인공신경망을 이용한 사출성형품의 무게 안정성 제어에 대한 연구

  • Lee, Jun-Han (Res. Inst. of Adv. Manuf. & Mater. Technol. Shape Manuf. R&D Dept, Korea Inst. of Ind. Technol.) ;
  • Kim, Jong-Sun (Res. Inst. of Adv. Manuf. & Mater. Technol. Shape Manuf. R&D Dept, Korea Institute of Industrial Technology)
  • 이준한 (한국생산기술연구원 형상제조연구부문) ;
  • 김종선 (한국생산기술연구원 형상제조연구부문)
  • Received : 2020.07.23
  • Accepted : 2020.08.26
  • Published : 2020.10.31


In the injection molding process, the controlling stability of products quality is a very important factor in terms of productivity.

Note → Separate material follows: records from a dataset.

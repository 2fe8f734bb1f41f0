import { useState } from 'react'
import { StyleSheet, View } from 'react-native'
import { space } from '@/components/theme'
import { Banner } from '@/components/ui/banner'
import { Button } from '@/components/ui/button'
import { Form } from '@/components/ui/form'
import { Screen } from '@/components/ui/screen'
import { Failed } from '@/components/ui/states'
import { Text } from '@/components/ui/text'
import { failureOf } from '@/lib/failure'
import { useResetPassword } from '@/lib/session'
import { WorkShell } from '../shell/work-shell'
import { PasswordField } from './password-field'

/** Takes a new password in exchange for the link that was mailed. */
export function ResetScreen({ token }: { token: string }) {
  const reset = useResetPassword()
  const failure = reset.error ? failureOf(reset.error) : null
  return (
    <WorkShell account={null}>
      <Screen title="New password" isNarrow>
        {reset.isSuccess ? (
          <View style={styles.form}>
            <Banner
              tone="info"
              words="The password is changed. Whoever was signed in with the old one no longer is."
              isUrgent
            />
            <View style={styles.actions}>
              <Button kind="main" label="Sign in" href="/sign-in" />
            </View>
          </View>
        ) : failure?.code === 'NOT_FOUND' || failure?.fields.token !== undefined ? (
          <Failed
            what="This link cannot be used."
            advice={failure.code === 'NOT_FOUND' ? failure.sentence : 'It is not whole: open it from the mail again.'}
            actions={<Button label="Ask for a new link" href="/forgotten" />}
          />
        ) : (
          <ResetForm token={token} reset={reset} />
        )}
      </Screen>
    </WorkShell>
  )
}

interface ResetFormProps {
  readonly token: string
  readonly reset: ReturnType<typeof useResetPassword>
}

function ResetForm({ token, reset }: ResetFormProps) {
  const [password, setPassword] = useState('')
  const [isMissing, setMissing] = useState(false)
  const failure = reset.error ? failureOf(reset.error) : null
  const send = () => {
    setMissing(password === '')
    if (password !== '' && !reset.isPending) reset.mutate({ token, password })
  }
  return (
    <Form label="Take a new password" onSubmit={send}>
      <View style={styles.form}>
        <Text>The link works once, for an hour after it was asked for.</Text>
        {failure && failure.fields.password === undefined ? (
          <Banner tone="over" words={failure.sentence} isUrgent />
        ) : null}
        <PasswordField
          value={password}
          onChangeText={setPassword}
          onEnter={send}
          error={isMissing ? 'Type a new password.' : failure?.fields.password}
          isNew
        />
        <View style={styles.actions}>
          <Button kind="main" label="Change the password" onPress={send} busy={reset.isPending} />
        </View>
      </View>
    </Form>
  )
}

const styles = StyleSheet.create({
  form: { gap: space.l, width: '100%', maxWidth: 420 },
  actions: { flexDirection: 'row' },
})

Even when the optimum process conditions for the desired product quality are applied, uncontrollable external factors such as ambient temperature and humidity cause inevitable changes in the state of the melt resin, mold temperature. etc. Therefore, it is very difficult to maintain prodcut quality. In this study, a system that learns the correlation between process variables and product weight through artificial neural networks and predicts process conditions for the target weight was established. Then, when a disturbance occurs in the injection molding process and fluctuations in the weight of the product occur, the stability control of the product quality was performed by ANN predicting a new process condition for the change of weight. In order to artificially generate disturbance in the injection molding process, controllable factors were selected and changed among factors not learned in the ANN model. Initially, injection molding was performed with a polypropylene having a melt flow index of 10 g/10min, and then the resin was replaced with a polypropylene having a melt floiw index of 33 g/10min to apply disturbance. As a result, when the disturbance occurred, the deviation of the weight was -0.57 g, resulting in an error of -1.37%. Using the control method proposed in the study, through a total of 11 control processes, 41.57 g with an error of 0.00% in the range of 0.5% deviation of the target weight was measured, and the weight was stably maintained with 0.15±0.07% error afterwards.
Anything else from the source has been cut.